FPGA projects roundup


FPGA's have become especially useful to the hacker community of late. Once upon a time, these lovely pieces of dedicated hardware were fabled to only be within reach of deep pocketed graphics card producers working to up their shader and vertex counts. Today they're often found in the bowels of high end network gear. As reprogrammable arrays of logic gates, FPGAs represent a happy middle ground between general purpose CPUs and dedicated silicon. After the break, we'll recount some of the more interesting FPGA projects we've seen, like the open source graphics card we featured yesterday.

Some of our favorite FPGA work has been done by [h1kari]. We made it to a few of his con talks and his group has released several projects that use FPGAs to crack various encryption schemes.
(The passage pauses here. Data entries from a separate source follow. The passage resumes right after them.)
import { describe, expect, it } from "vitest";
import { awgDiameter } from "../../../solver/plan/awg";

describe("AWG diameters", () => {
  // ASTM B258 table of nominal diameters (values from memory), inches, rounded to 4 decimals.
  it.each([
    [10, 0.1019],
    [12, 0.0808],
    [14, 0.0641],
    [36, 0.005],
    [-3, 0.46],
  ])("AWG %i is %f in", (awg, inches) => {
    expect(awgDiameter(awg) / 0.0254).toBeCloseTo(inches, 4);
  });
  it("rejects gauges off the scale", () => {
    expect(() => awgDiameter(41)).toThrow(/outside/);
  });
});
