import { describe, expect, it } from "vitest";
import { awgDiameter } from "../../../solver/plan/awg";
import { compilePlan } from "../../../solver/plan/compile";
import { type PlanInput, parsePlan } from "../../../solver/plan/schema";
import { catenaryParameter } from "../../../solver/plan/yard-geometry";

// Two trees 12 m apart (x axis) at 9 m, a metal mast, a wire with ropes, sag and droops.
const base: PlanInput = {
  version: 1,
  lot: {
    outline: [
      [-20, -20],
      [20, -20],
      [20, 20],
    ],
  },
  ituRegion: 1,
  bands: ["20 m"],
  ground: { kind: "real", preset: "average ground" },
  supports: [
    { type: "tree", id: "oak", position: [0, 0], height: 9 },
    { type: "tree", id: "ash", position: [12, 0], height: 9 },
    {
      type: "mast",
      id: "pole",
      position: [6, 8],
      height: 6,
      diameter: 0.05,
      material: "aluminium",
      base: { kind: "grounded", tie: { kind: "contact" } },
    },
    {
      type: "mast",
      id: "wood",
      position: [0, 8],
      height: 5,
      diameter: 0.1,
      material: "wood",
      base: { kind: "insulated" },
    },
  ],
  wireRuns: [
    {
      id: "dip",
      anchors: [
        { kind: "support", id: "w", support: "oak", height: 9, rope: 1, sagToNext: 0.3 },
        { kind: "support", id: "e", support: "ash", height: 9, rope: 1 },
      ],
      droops: [
        { id: "dw", end: "start", length: 1.5 },
        { id: "de", end: "end", length: 2 },
      ],
      wire: { awg: 14 },
      feed: { at: 0.5, system: { kind: "transformer", ratio: 4 } },
      loads: [{ id: "coil", at: 0.25, henries: 1e-6 }],
    },
  ],
};
const plan = (change?: (p: PlanInput) => void) => {
  const p = structuredClone(base);
  change?.(p);
  return parsePlan(p);
};

describe("compiling a plan", () => {
  const c = compilePlan(plan());
  const dip = c.model.wires.find((w) => w.id === "dip")!;

  it("puts the spans and droops where the plan says, exactly", () => {
    const pts = dip.points;
    // Droop legs hang straight down from the wire's ends; ropes take 1 m off each end of the 12 m span.
    expect(pts[0]).toEqual([1, 0, 7.5]);
    expect(pts[1]).toEqual([1, 0, 9]);
    expect(pts[pts.length - 2]).toEqual([11, 0, 9]);
    expect(pts[pts.length - 1]).toEqual([11, 0, 7]);
    // Mid-span vertex sits exactly the given sag below the chord.
    const mid = pts[1 + (pts.length - 3) / 2];
    expect(mid[0]).toBeCloseTo(6, 12);
    expect(mid[2]).toBeCloseTo(9 - 0.3, 12);
    // The sag follows a catenary y = a(cosh(x/a) − 1) through the ends (quarter-span vertex).
    const a = catenaryParameter(10, 0.3);
    const q = pts[2];
    expect(q[2]).toBeCloseTo(9 - 0.3 + a * (Math.cosh(2.5 / a) - 1), 12);
  });

  it("keeps the parts along the wire adding up to its length", () => {
    const parts = c.parts.filter((p) => p.wire === "dip");
    expect(parts.map((p) => p.elementId)).toEqual(["dw", "dip", "de"]);
    expect(parts[0].toM).toBeCloseTo(1.5, 12);
    expect(parts[2].toM - parts[2].fromM).toBeCloseTo(2, 12);
    expect(c.wireElement.dip).toEqual({ elementId: "dip", kind: "run" });
    expect(c.elementWires.dw).toEqual(["dip"]);
  });

  // ASTM B258: d = 0.005 in · 92^((36 − n)/39); AWG 14 = 0.0641 in (table, from memory).
  it("sizes the wire by AWG per ASTM B258", () => {
    expect(dip.radius).toBeCloseTo(awgDiameter(14) / 2, 15);
    expect((dip.radius * 2) / 0.0254).toBeCloseTo(0.0641, 4);
  });

  it("feeds, loads and references as the plan says", () => {
    expect(c.model.feed).toEqual({ wire: "dip", at: 0.5 });
    expect(c.model.referenceOhms).toBe(200);
    expect(c.model.loads).toEqual([{ wire: "dip", at: 0.25, henries: 1e-6 }]);
  });

  it("turns the metal mast into a grounded vertical wire of its radius and drops the wooden one", () => {
    const pole = c.model.wires.find((w) => w.id === "pole")!;
    expect(pole.points).toEqual([
      [6, 8, 0],
      [6, 8, 6],
    ]);
    expect(pole.radius).toBe(0.025);
    expect(pole.groundConnection).toBe("contact");
    expect(c.model.wires.some((w) => w.id === "wood")).toBe(false);
    expect(c.freeEnds.map((e) => e.elementId).sort()).toEqual(["de", "dw", "pole"]);
  });

  it("lifts an insulated base, drives a rod, lays a radial field with its hub joined", () => {
    const withBase = (b: object) =>
      compilePlan(
        plan((p) => {
          (p.supports![2] as { base: object }).base = b;
        }),
      ).model.wires.filter((w) => w.id.startsWith("pole"));
    expect(withBase({ kind: "insulated" })[0].points[0]).toEqual([6, 8, 0.05]);
    expect(
      withBase({ kind: "grounded", tie: { kind: "rod", length: 1.5, diameter: 0.016 } })[0].groundConnection,
    ).toEqual({
      rod: { length: 1.5, radius: 0.008 },
    });
    const radials = withBase({ kind: "grounded", tie: { kind: "radials", count: 4, length: 5 } });
    expect(radials).toHaveLength(5);
    for (const r of radials.slice(1)) {
      expect(r.points[0]).toEqual([6, 8, 0.05]); // the hub: the mast's own base point
      expect(Math.hypot(r.points[1][0] - 6, r.points[1][1] - 8)).toBeCloseTo(5, 12);
    }
  });

  it("joins a run bonded to the mast part-way along by splitting both at the junction", () => {
    const c2 = compilePlan(
      plan((p) => {
        p.wireRuns![0].anchors.splice(1, 0, {
          kind: "support",
          id: "m",
          support: "pole",
          height: 4,
          bonded: true,
        });
      }),
    );
    const ids = c2.model.wires.map((w) => w.id);
    expect(ids).toEqual(expect.arrayContaining(["dip", "dip#2", "pole", "pole#2"]));
    const end = (id: string, k: 0 | -1) => {
      const w = c2.model.wires.find((x) => x.id === id)!;
      return k === 0 ? w.points[0] : w.points[w.points.length - 1];
    };
    for (const p of [end("dip", -1), end("dip#2", 0), end("pole", -1), end("pole#2", 0)])
      expect(p).toEqual([6, 8, 4]);
    expect(c2.wireElement["dip#2"].elementId).toBe("dip");
  });

  it("names the element when the layout is impossible", () => {
    expect(() =>
      compilePlan(
        plan((p) => {
          p.wireRuns![0].droops![1].length = 9.5;
        }),
      ),
    ).toThrow(/droops\[1\] "de": length: hangs to .* touch the ground/);
    expect(() =>
      compilePlan(
        plan((p) => {
          (p.wireRuns![0].anchors[0] as { rope: number }).rope = 7;
          (p.wireRuns![0].anchors[1] as { rope: number }).rope = 6;
        }),
      ),
    ).toThrow(/anchors\[0\] "w": rope: the ropes/);
  });
});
Lately he's been presenting on cracking the A5 encryption used by GSM cellphone networks. They use fairly high end cards like the Pico E-16, but the code could certainly be adapted for use with lower end hardware.
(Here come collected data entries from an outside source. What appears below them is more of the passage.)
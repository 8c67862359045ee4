import { readFileSync } from "node:fs";
import { describe, expect, it } from "vitest";
import { compilePlan } from "../../../solver/plan/compile";
import { type Plan, parsePlan } from "../../../solver/plan/schema";

// Plan warnings are geometry, not physics: each must name the element to fix. The thresholds (reach
// height 2.4 m, support height limits, power-line fall distance) are common practice, no published source.
// The raw JSON, edited freely before parsing (so the edits go through the same validation a file would).
// biome-ignore lint/suspicious/noExplicitAny: an untyped document on purpose
const demo: any = JSON.parse(readFileSync("public/demo-plan.json", "utf8"));
// biome-ignore lint/suspicious/noExplicitAny: see above
const edit = (change: (p: any) => void): Plan => {
  const p = structuredClone(demo);
  change(p);
  return parsePlan(p);
};
const warningsOf = (p: Plan) => compilePlan(p).warnings;

describe("plan warnings point at the element", () => {
  it("the demo garden itself raises no geometric warning", () => {
    const codes = warningsOf(parsePlan(demo)).map((w) => w.code);
    for (const c of [
      "wire-end-within-reach",
      "wire-through-roof",
      "wire-through-trunk",
      "support-too-tall",
    ]) {
      expect(codes).not.toContain(c);
    }
  });

  it("a drooped end hanging within reach above a walkway", () => {
    const p = edit((d) => {
      d.wireRuns[0].droops[0].length = 7.5; // west end down to about 1.5 m
      const west = d.supports.find((s: { id: string }) => s.id === "oak").position;
      d.walkways.push({
        id: "side-path",
        name: "Side path",
        path: [
          [west[0] - 3, west[1] - 0.6],
          [west[0] + 3, west[1] - 0.6],
        ],
        width: 1.2,
      });
    });
    const w = warningsOf(p).find((x) => x.code === "wire-end-within-reach");
    expect(w).toBeDefined();
    expect(w!.elementId).toBe("droop-west");
    expect(w!.message).toContain("Side path");
  });

  it("a wire through a roof names the wire part, and an implausible support height names the support", () => {
    const p = edit((d) => {
      // A tall outbuilding straight under the span between the trees (the wire is at about 9 m).
      d.supports.push({
        type: "building",
        id: "barn",
        name: "Barn",
        footprint: [
          [-1, 10],
          [1.5, 10],
          [1.5, 12.5],
          [-1, 12.5],
        ],
        eaveHeight: 9.5,
        ridgeHeight: 11,
        ridgeDeg: 90,
      });
      d.supports.find((s: { id: string }) => s.id === "birch").totalHeight = 95;
    });
    const ws = warningsOf(p);
    const roof = ws.find((x) => x.code === "wire-through-roof");
    expect(roof?.message).toContain("Barn");
    expect(roof?.elementId).toBeTruthy();
    const tall = ws.find((x) => x.code === "support-too-tall");
    expect(tall?.elementId).toBe("birch");
  });

  it("a wire near a power line", () => {
    const p = edit((d) => {
      d.powerLines.push({
        id: "service",
        name: "Service drop",
        points: [
          [-12, 13, 7],
          [12, 13, 7],
        ],
      });
    });
    const w = warningsOf(p).find((x) => x.code === "near-power-line");
    expect(w?.message).toContain("Service drop");
  });
});
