class UdpRelay:
    """The running relay: two sockets, two impaired links, a pump per direction."""

    def __init__(self, config: RelayConfig) -> None:
        self.config = config
        self.links: dict[str, ImpairedLink] = {}
        self.shell_drops: Counter[tuple[str, str]] = Counter()
        self.listen_address: tuple | None = None
        self.out_address: tuple | None = None
        self.client: tuple | None = None  # who sent to --listen last; replies go there
        self._wake = {direction: trio.Event() for direction in DIRECTIONS}

    async def run(self, *, task_status=trio.TASK_STATUS_IGNORED) -> None:
        """Bind, report ``self`` through ``task_status``, relay until cancelled."""
        config = self.config
        try:
            listen_info = await trio.socket.getaddrinfo(*config.listen, type=stdlib_socket.SOCK_DGRAM)
            to_info = await trio.socket.getaddrinfo(*config.to, type=stdlib_socket.SOCK_DGRAM)
            listen_sock = trio.socket.socket(listen_info[0][0], stdlib_socket.SOCK_DGRAM)
            out_sock = trio.socket.socket(to_info[0][0], stdlib_socket.SOCK_DGRAM)
        except OSError as exc:
            raise RelayError(f"cannot resolve or open sockets for {config.listen} / {config.to}: {exc}") from None
        with listen_sock, out_sock:
            for sock in (listen_sock, out_sock):
                for option in (stdlib_socket.SO_RCVBUF, stdlib_socket.SO_SNDBUF):
                    try:
                        sock.setsockopt(stdlib_socket.SOL_SOCKET, option, SOCKET_BUFFER_BYTES)
                    except OSError:  # a smaller buffer still works; only bursts suffer
                        pass
            try:
                await listen_sock.bind(listen_info[0][4])
                if config.bind_out is not None:
                    await out_sock.bind(config.bind_out)
                await out_sock.connect(to_info[0][4])
            except OSError as exc:
                raise RelayError(f"cannot bind {config.listen} or reach {config.to}: {exc}") from None
            self.listen_address = listen_sock.getsockname()
            self.out_address = out_sock.getsockname()
            start = trio.current_time()
            self.links = {
                "forward": ImpairedLink(config.forward, seed=f"{config.seed}:forward", start=start),
                "return": ImpairedLink(config.back, seed=f"{config.seed}:return", start=start),
            }
            task_status.started(self)
            async with trio.open_nursery() as nursery:
                nursery.start_soon(self._receive_from_clients, listen_sock)
                nursery.start_soon(self._receive_from_far_end, out_sock)
                nursery.start_soon(self._pump, "forward", out_sock, listen_sock)
                nursery.start_soon(self._pump, "return", out_sock, listen_sock)

    async def _receive_from_clients(self, sock) -> None:
        link = self.links["forward"]
        while True:
            try:
                data, address = await sock.recvfrom(MAX_DATAGRAM_BYTES)
            except OSError:  # an ICMP error for an earlier send surfaces here; nothing was received
                continue
            self.client = address
            link.submit(data, trio.current_time())
            self._wake["forward"].set()

    async def _receive_from_far_end(self, sock) -> None:
        link = self.links["return"]
        while True:
            try:
                data = await sock.recv(MAX_DATAGRAM_BYTES)
            except OSError:  # e.g. ECONNREFUSED while the far end is not up yet
                continue
            link.submit(data, trio.current_time())
            self._wake["return"].set()

    async def _pump(self, direction: str, out_sock, listen_sock) -> None:
        """Send what the link says is due, then sleep until its next deadline or new input."""
        link = self.links[direction]
        while True:
            for datagram in link.due(trio.current_time()):
                try:
                    if direction == "forward":
                        await out_sock.send(datagram)
                    elif self.client is None:
                        self.shell_drops[(direction, "no_client")] += 1
                    else:
                        await listen_sock.sendto(datagram, self.client)
                except OSError:
                    self.shell_drops[(direction, "send_error")] += 1
            wake = self._wake[direction]
            deadline = link.next_deadline()
            with trio.move_on_at(math.inf if deadline is None else deadline):
                await wake.wait()
            if wake.is_set():
                self._wake[direction] = trio.Event()

    # -- reporting ---------------------------------------------------------------------------------

    def stats(self) -> dict[str, LinkStats]:
        """Per-direction link counters (safe to call from another thread: it only reads)."""
        return {direction: link.stats() for direction, link in self.links.items()}

    def summary(self) -> str:
        lines = []
        configured = {"forward": self.config.forward, "return": self.config.back}
        for direction, stats in self.stats().items():
            loss = configured[direction].loss
            shell = {reason: self.shell_drops[(direction, reason)] for reason in SHELL_DROP_REASONS}
            lines.append(
                f"{direction}: submitted {stats.submitted}, on the air {stats.sent}, delivered {stats.delivered} "
                f"(duplicates {stats.duplicates})\n"
                f"  loss model: lost {stats.lost}, measured loss {stats.measured_loss:.4g} (configured {loss.average_loss:.4g}), "
                f"mean burst {stats.measured_mean_burst:.4g} (configured {loss.mean_burst:.4g})\n"
                f"  drops: queue {stats.queue_drops}, blackout {stats.blackout_drops}, in-flight limit {stats.in_flight_drops}, "
                f"no client {shell['no_client']}, send errors {shell['send_error']}"
            )
        return "\n".join(lines)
[Sklylark] doesn't have his web interface up yet (but you can ask him nicely via irc) to allow open usage of his NSA@home project. He re-purposed some HDTV FPGA based encoding boards into a dedicated key cracking system for SHA-1.
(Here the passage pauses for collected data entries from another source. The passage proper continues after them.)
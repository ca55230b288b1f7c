"""The example configs (``config/``) and deploy files (``deploy/``: systemd unit, Prometheus rules
and alerts, Grafana dashboard) as package data, so an installed fecproxy can write them out
(``fecproxy init --shipped DIR``) without the source tree.

In the repository the two folders here are links to the top-level ``config/`` and ``deploy/``
(the paths README and the tests use); a built wheel holds copies of the files.
"""

from __future__ import annotations

from importlib import resources
from importlib.resources.abc import Traversable

#: The shipped folders, as named inside the package and written out.
FOLDERS = ("config", "deploy")


def shipped_files() -> list[tuple[str, Traversable]]:
    """(relative path, resource) of every shipped file, in a stable order."""
    found: list[tuple[str, Traversable]] = []

    def walk(node: Traversable, prefix: str) -> None:
        for child in sorted(node.iterdir(), key=lambda item: item.name):
            path = f"{prefix}/{child.name}"
            if child.is_dir():
                walk(child, path)
            elif not child.name.endswith((".pyc",)):
                found.append((path, child))

    root = resources.files(__name__)
    for folder in FOLDERS:
        walk(root / folder, folder)
    return found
Nothing says high end like completely emulating really old hardware. The minimig (short for mini Amiga) that we featured so long ago has evolved into a production quality board and the full source has been released. Pics of the evolution can be found here.

If you're interested in getting started with FPGA projects, don't forget to peruse [John Kent]'s collection of documentation. The closest thing we seen to an entry level project is this 24 channel logic analyzer based on a ~$150 FPGA kit.